October 26, 2012 by Steve Mentz Leave a Comment

I’ll share the opening and closing paragraph out of my talk at EMU last week, which is the early stirrings of a project on Shakespeare and the Pacific that’s rumbling beneath the other things I’m working on now. After claiming that this play has Shakespeare’s “perhaps unique” reference to the Pacific via Mexico, I remembered Rosalind’s invocation of the “South Sea of discovery” in AYLI 3.2 — but that’s as a place infinitely far away and unreachable.
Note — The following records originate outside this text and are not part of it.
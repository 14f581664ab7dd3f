"""Which poses a garment has, choosing them by name, and reading their drapes.

A garment with ``[[pose]]`` tables has those poses; a garment with only a top-level ``drape`` has
one pose, named :data:`SINGLE_POSE`; a garment without a drape has none. Every pose's drape is
linked to the same pieces (:func:`garnav.drape.link_drape`, with all its checks), so a mesh that
does not fit the pattern is refused by pose name.
"""

from __future__ import annotations

import os
from dataclasses import dataclass
from pathlib import Path

from garnav.drape.drape import Drape, load_drape
from garnav.errors import MeshError, QueryError, did_you_mean
from garnav.model import Garment
from garnav.poses.model import Pose

__all__ = ["PoseDrape", "SINGLE_POSE", "ALL_POSES", "garment_poses", "default_pose", "select_poses",
           "load_pose_drapes"]

#: The name of the one pose of a garment that has a ``drape`` but no ``[[pose]]`` tables.
SINGLE_POSE = "default"

#: ``--pose all``.
ALL_POSES = "all"


@dataclass(frozen=True)
class PoseDrape:
    """A pose and its drape, linked to the garment's pieces."""

    pose: Pose
    drape: Drape

    @property
    def name(self) -> str:
        return self.pose.name


def garment_poses(garment: Garment) -> tuple[Pose, ...]:
    """The garment's poses: its ``[[pose]]`` tables, or one pose of its ``drape``, or none."""
    if garment.poses:
        return garment.poses
    if garment.drape is None:
        return ()
    return (Pose(SINGLE_POSE, garment.drape, garment.body),)


def default_pose(garment: Garment) -> Pose | None:
    """The pose of the garment's top-level ``drape`` (the first pose with that drape), or None."""
    poses = garment_poses(garment)
    return next((p for p in poses if p.drape == garment.drape), poses[0] if poses else None)


def select_poses(garment: Garment, which: str | None, source: str = "--pose") -> tuple[Pose, ...]:
    """The poses ``--pose`` asks for: ``None`` → the default pose, ``all`` → every pose, else the
    pose of that name.

    Raises
    ------
    QueryError
        The garment has no drape (so no pose), or no pose of that name (with the names it has).
    """
    poses = garment_poses(garment)
    if not poses:
        raise QueryError(f"{source}: garment '{garment.name}' names no drape, so it has no pose; give "
                         "the spec a drape or [[pose]] tables (docs/poses.md)")
    if which is None:
        pose = default_pose(garment)
        return () if pose is None else (pose,)
    if which == ALL_POSES:
        return poses
    for p in poses:
        if p.name == which:
            return (p,)
    names = [p.name for p in poses]
    hint = did_you_mean(which, names)
    raise QueryError(f"{source}: garment '{garment.name}' has no pose '{which}'; its poses: "
                     f"{', '.join(names)} (or '{ALL_POSES}')" + (f"; {hint}" if hint else ""))


def load_pose_drapes(garment: Garment, poses: tuple[Pose, ...], folder: str | os.PathLike = "."
                     ) -> tuple[PoseDrape, ...]:
    """Read and link each pose's drape (paths relative to ``folder``, the spec's folder).

    A drape shared by several poses (same file, different posture) is read once.

    Raises
    ------
    MeshError
        A drape cannot be read or does not fit the pattern; the message names the pose.
    """
    read: dict[str, Drape] = {}
    out = []
    for pose in poses:
        if pose.drape not in read:
            try:
                read[pose.drape] = load_drape(garment, str(Path(folder) / pose.drape))
            except MeshError as exc:
                raise MeshError(f"pose '{pose.name}': {exc}") from None
        out.append(PoseDrape(pose, read[pose.drape]))
    return tuple(out)
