class _Entities:
    """Flattening of one block's entities, with messages naming file, block, entity and layer."""

    def __init__(self, file: str, block: str, tol: float):
        self.file, self.block, self.tol = file, block, tol
        self.ezdxf = require("ezdxf")

    def item(self, e) -> str:
        return f"block '{self.block}' {e.dxftype()} #{e.dxf.handle} on layer {e.dxf.layer}"

    def fail(self, e, reason: str, where=None):
        return pattern_error(self.file, self.item(e), reason, where)

    def check(self, e, pts: np.ndarray) -> np.ndarray:
        if not np.all(np.isfinite(pts)):
            raise self.fail(e, "a coordinate is not a finite number (NaN or inf)")
        return pts

    def polyline_vertices(self, e) -> tuple[list[tuple[float, float, float]], bool]:
        if e.dxftype() == "LWPOLYLINE":
            return [(float(x), float(y), float(b)) for x, y, b in e.get_points("xyb")], bool(e.closed)
        verts = [(float(v.dxf.location.x), float(v.dxf.location.y), float(v.dxf.bulge))
                 for v in e.vertices]
        return verts, bool(e.is_closed)

    def curve(self, e) -> tuple[np.ndarray, np.ndarray, bool]:
        """(points (n, 2), vertex kinds (n,), closed) of a curve entity; kinds True at the
        entity's own vertices (possible corners)."""
        kind = e.dxftype()
        tol = self.tol
        if kind == "LINE":
            pts = np.array([[e.dxf.start.x, e.dxf.start.y], [e.dxf.end.x, e.dxf.end.y]], float)
            self.check(e, pts)
            if float(np.hypot(*(pts[1] - pts[0]))) == 0.0:
                raise self.fail(e, "zero-length line", tuple(pts[0]))
            return pts, np.array([True, True]), False
        if kind in ("ARC", "CIRCLE"):
            c = (float(e.dxf.center.x), float(e.dxf.center.y))
            r = float(e.dxf.radius)
            self.check(e, np.array([c[0], c[1], r]))
            if r <= 0:
                raise self.fail(e, f"zero-length curve (radius {r:g})", c)
            if kind == "CIRCLE":
                pts = arc_points(c, r, 0.0, 2 * math.pi, tol)[:-1]
                return pts, np.zeros(len(pts), bool), True
            a0, a1 = math.radians(e.dxf.start_angle), math.radians(e.dxf.end_angle)
            if not (math.isfinite(a0) and math.isfinite(a1)):
                raise self.fail(e, "an angle is not a finite number")
            if abs(((a1 - a0) + math.pi) % (2 * math.pi) - math.pi) < 1e-12:
                raise self.fail(e, "zero-length curve (start angle = end angle)", c)
            pts = arc_points(c, r, a0, a1, tol)
            kinds = np.zeros(len(pts), bool)
            kinds[[0, -1]] = True
            return pts, kinds, False
        if kind in ("LWPOLYLINE", "POLYLINE"):
            verts, closed = self.polyline_vertices(e)
            arr = np.array(verts, float).reshape(-1, 3)
            self.check(e, arr)
            if len(arr) < 2 or np.all(np.hypot(*(arr[:, :2] - arr[0, :2]).T) == 0):
                raise self.fail(e, "zero-length polyline (fewer than two distinct points)")
            pts_out, kinds_out = [], []
            n = len(arr)
            segs = n if closed else n - 1
            for i in range(segs):
                p0, p1, b = arr[i, :2], arr[(i + 1) % n, :2], arr[i, 2]
                pts_out.append(p0)
                kinds_out.append(True)
                if b != 0 and float(np.hypot(*(p1 - p0))) > 0:
                    centre, sa, ea, r = self.ezdxf.math.bulge_to_arc(p0, p1, b)
                    arc = arc_points((centre.x, centre.y), r, sa, ea, tol)
                    if float(np.hypot(*(arc[0] - p0))) > float(np.hypot(*(arc[-1] - p0))):
                        arc = arc[::-1]
                    pts_out += list(arc[1:-1])
                    kinds_out += [False] * (len(arc) - 2)
            if not closed:
                pts_out.append(arr[-1, :2])
                kinds_out.append(True)
            return np.array(pts_out), np.array(kinds_out), closed
        if kind in ("SPLINE", "ELLIPSE"):
            try:
                # ezdxf checks the distance at each chord's middle only: ask for half the
                # tolerance so that the whole chord stays within it
                pts = np.array([(v.x, v.y) for v in e.flattening(0.5 * tol)], float)
            except Exception as exc:  # ezdxf raises several types for broken splines
                raise self.fail(e, f"cannot evaluate the curve: {exc}") from None
            self.check(e, pts)
            if len(pts) < 2 or float(np.max(np.hypot(*(pts - pts[0]).T))) == 0.0:
                raise self.fail(e, "zero-length curve (all its points coincide)")
            closed = float(np.hypot(*(pts[-1] - pts[0]))) <= 1e-9
            if closed:
                pts = pts[:-1]
            kinds = np.zeros(len(pts), bool)
            if not closed:
                kinds[[0, -1]] = True
            return pts, kinds, closed
        raise self.fail(e, "not a curve garnav reads (LINE, ARC, CIRCLE, ELLIPSE, LWPOLYLINE, "
                           "POLYLINE, SPLINE)")


def _chain(ents: _Entities, curves: list, join: float) -> tuple[np.ndarray, np.ndarray]:
    """Chain curves (entity, points, kinds, closed) into one closed ring, or fail clearly."""
    closed = [c for c in curves if c[3]]
    if closed:
        if len(curves) > 1:
            raise ents.fail(closed[0][0], f"the boundary (layer {cv.LAYER_BOUNDARY}) has "
                            f"{len(curves)} curves and this one is closed on its own; a piece has "
                            "one boundary loop")
        e, pts, kinds, _ = closed[0]
        return pts, kinds
    todo = list(curves)
    e0, pts, kinds, _ = todo.pop(0)
    ring, rk = [pts], [kinds]
    end = pts[-1]
    while todo:
        best = None
        for k, (_e, p, _kd, _) in enumerate(todo):
            for rev in (False, True):
                q = p[-1] if rev else p[0]
                d = float(np.hypot(*(q - end)))
                if best is None or d < best[0]:
                    best = (d, k, rev)
        assert best is not None
        d, k, rev = best
        if d > join:
            raise ents.fail(e0, f"open boundary: the curves on layer {cv.LAYER_BOUNDARY} leave a "
                            f"gap of {d:.3f} mm after this point", tuple(float(v) for v in end))
        e, p, kd, _ = todo.pop(k)
        if rev:
            p, kd = p[::-1], kd[::-1]
        ring.append(p[1:])
        rk.append(kd[1:])
        end = p[-1]
    first = ring[0][0]
    gap = float(np.hypot(*(end - first)))
    if gap > join:
        raise ents.fail(e0, f"open boundary: it does not close, a gap of {gap:.3f} mm",
                        tuple(float(v) for v in end))
    pts, kinds = np.vstack(ring), np.concatenate(rk)
    if len(pts) > 1 and float(np.hypot(*(pts[-1] - pts[0]))) <= join:
        kinds[0] = kinds[0] or kinds[-1]
        pts, kinds = pts[:-1], kinds[:-1]
    return pts, kinds


def _xdata(e) -> list | None:
    try:
        if e.has_xdata(cv.APPID):
            return [v for _, v in e.get_xdata(cv.APPID)]
    except Exception:  # malformed extended data: read the entity without it
        return None
    return None


def _units(file: str, doc, texts: list[str], override: str | None) -> tuple[float, str]:
    """mm per drawing unit, and its name."""
    if override is not None:
        if override not in UNIT_OVERRIDE_MM:
            raise pattern_error(file, "units", f"unknown unit '{override}'",
                                hint="use mm, cm or in")
        return UNIT_OVERRIDE_MM[override], override
    code = doc.header.get("$INSUNITS", 0)
    text_units = None
    for t in texts:
        m = re.match(r"\s*UNITS\s*:\s*(\w+)", t, re.I)
        if m:
            word = m.group(1).upper()
            if word not in cv.UNIT_TEXT_MM:
                raise pattern_error(file, f"text '{t.strip()}'", f"unknown units '{m.group(1)}'",
                                    hint="the standard's unit text is METRIC or ENGLISH; or "
                                    "give --units")
            text_units = word
    if code not in (0, None):
        if code not in cv.INSUNITS_MM:
            raise pattern_error(file, "header $INSUNITS", f"unknown or unsuitable units code {code}",
                                hint="patterns are read in mm, cm, m, in, ft or yd; or give --units")
        f = cv.INSUNITS_MM[code]
        if text_units is not None and cv.UNIT_TEXT_MM[text_units] != f:
            raise pattern_error(file, "header $INSUNITS",
                                f"says {cv.INSUNITS_NAMES[code]} but the text says UNITS: "
                                f"{text_units}", hint="give --units to choose")
        return f, cv.INSUNITS_NAMES[code]
    if text_units is not None:
        return cv.UNIT_TEXT_MM[text_units], "inches" if text_units == "ENGLISH" else "millimetres"
    raise pattern_error(file, "units", "unknown units: $INSUNITS is unset (0) and there is no "
                        "'UNITS: METRIC' or 'UNITS: ENGLISH' text", hint="give --units mm|cm|in")


def _text(e) -> str:
    return e.plain_text() if e.dxftype() == "MTEXT" else str(e.dxf.text)


def _label(texts: list[str], key: str) -> str | None:
    for t in texts:
        m = re.match(rf"\s*{key}\s*:\s*(.*?)\s*$", t, re.I | re.S)
        if m:
            return m.group(1)
    return None


def _placement(ins, f: float):
    """(linear map (2, 2) applied to block points, Placement) of an INSERT, in mm."""
    m = ins.matrix44()
    o = m.transform((0.0, 0.0, 0.0))
    ex, ey = m.transform_direction((1.0, 0.0, 0.0)), m.transform_direction((0.0, 1.0, 0.0))
    a = np.array([[ex.x, ey.x], [ex.y, ey.y]], float)
    t = (float(o.x) * f, float(o.y) * f)
    if np.allclose(a.T @ a, np.eye(2), atol=1e-9) and np.linalg.det(a) > 0:
        angle = math.degrees(math.atan2(a[1, 0], a[0, 0]))
        return np.eye(2), Placement(t[0], t[1], round(angle, 9))
    return a, Placement(t[0], t[1], 0.0)
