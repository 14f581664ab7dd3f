"""The 2D pattern sheet: every piece as laid on the sheet, with seams, keep-outs, landmarks, routes.

:func:`sheet_drawing` is pure: it turns a garment (and optionally routes and the planner's free
space) into a :class:`SheetDrawing` — a list of plain primitives (areas, lines, marks, labels) in
sheet millimetres, y up. Two renderers draw the same primitives: :func:`sheet_svg` builds SVG text
(to scale: ``width``/``height`` in mm, ``viewBox`` in mm, with a scale bar) and
:func:`sheet_png` draws with matplotlib's Agg canvas. The writers use :mod:`garnav.atomic`.

What is drawn, bottom to top: the paper; each piece (fill, outline; open edges heavier than seamed
ones); where known, the free space of the robot centre and the grown keep-outs; the keep-outs
themselves; seams with partner notches (the same count of notch ticks at the same fractions on both
runs, so matching marks show which edges are sewn together) and a name tag on each run; a grainline
arrow and the name of each piece; landmarks; routes (one path per leg, arrows along it, start and
goal marks, numbered crossing marks on both sides of each seam crossing); a scale bar.
"""

from __future__ import annotations

import io
import math
from dataclasses import dataclass, field
from typing import Sequence
from xml.sax.saxutils import escape, quoteattr

import numpy as np
import shapely

from garnav.atomic import write_bytes_atomic, write_text_atomic
from garnav.model import BODY_ZONE_KIND, Garment, Piece, Robot
from garnav.polyline import cumulative_length, point_at_length, sub_polyline, tangent_at
from garnav.preview.zone_layer import zone_items, zone_legend

__all__ = [
    "Area",
    "Line",
    "Mark",
    "Label",
    "SheetDrawing",
    "SheetStyle",
    "ROUTE_COLOURS",
    "sheet_drawing",
    "sheet_svg",
    "sheet_png",
    "write_sheet_svg",
    "write_sheet_png",
    "notch_fractions",
]

# Route colours, in order of the routes given (our own palette).
ROUTE_COLOURS = ("#c2185b", "#0277bd", "#ef6c00", "#2e7d32", "#6a1b9a", "#00838f")


@dataclass(frozen=True)
class SheetStyle:
    """Colours (hex) and sizes (mm on the sheet) of the drawing."""

    paper: str = "#fbf8f1"
    piece_fill: str = "#ece4d4"
    piece_edge: str = "#8c7b62"
    open_edge: str = "#5b4a36"
    free_fill: str = "#d9ead3"
    grown_fill: str = "#f4cccc"
    keepout_fill: str = "#e06666"
    soft_fill: str = "#f6b26b"
    coverage_fill: str = "#7fa7cf"
    seam: str = "#3d5a80"
    landmark: str = "#1b263b"
    text: str = "#2b2118"
    seam_width: float = 1.2
    open_width: float = 2.2
    edge_width: float = 0.6
    route_width: float = 2.0
    label_size: float = 9.0
    notch_len: float = 7.0
    notch_spacing: float = 80.0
Which may be part of what the Pacific means to the Elizabethans.

In any case, here’s the opening of the talk —

I’ll start by noting that The Merchant of Venice is Shakespeare’s only play to mention “Mexico,” a word that came into English in the mid-sixteenth century via Spanish, probably from a Native American language (Nahuatl, OED). The play twice explains that Antonio has ships bound for this New World territory. The first time, Shylock includes Mexico among several destinations, including Tripoli, the Indies, and England. Later Bassanio elaborates an even wider network, repeating Shylock’s three and adding Lisbon, Barbary, and India. Spanish Mexico, with its gold mines and brutal history of conquest, spans the early modern Atlantic and Pacific worlds, so these references comprise not only one of Shakespeare’s rare mentions of the Americas but also perhaps his unique gesture to the Pacific.[i] Using worlds and oceans conjured by Mexico, I want to re-examine economic readings of this play. Merchant has long been the favorite play of economic critics, New and old, Marxist or not.[ii] I suggest that among the many binaries that distinguish the play – usurer and merchant, Christian and Jew, male and female, gift and market economies in Karen Newman’s essay – we should add the contrast between two different models of maritime trade. The first system, associated with Shylock’s Rialto, the economic history of Venice, and Mediterranean sea-lanes, establishes a local network of connectivity and inter-dependence. The second system, associated with Antonio’s dispersed fleet, Mexico, and the European encounter with the Americas and Asia, creates a deterratorialized, planet-sized oceanic world of immense potential wealth but little certainty. The play’s critique of economic exchange needs to consider the differences, as well as connections, between these two versions of maritime expansion.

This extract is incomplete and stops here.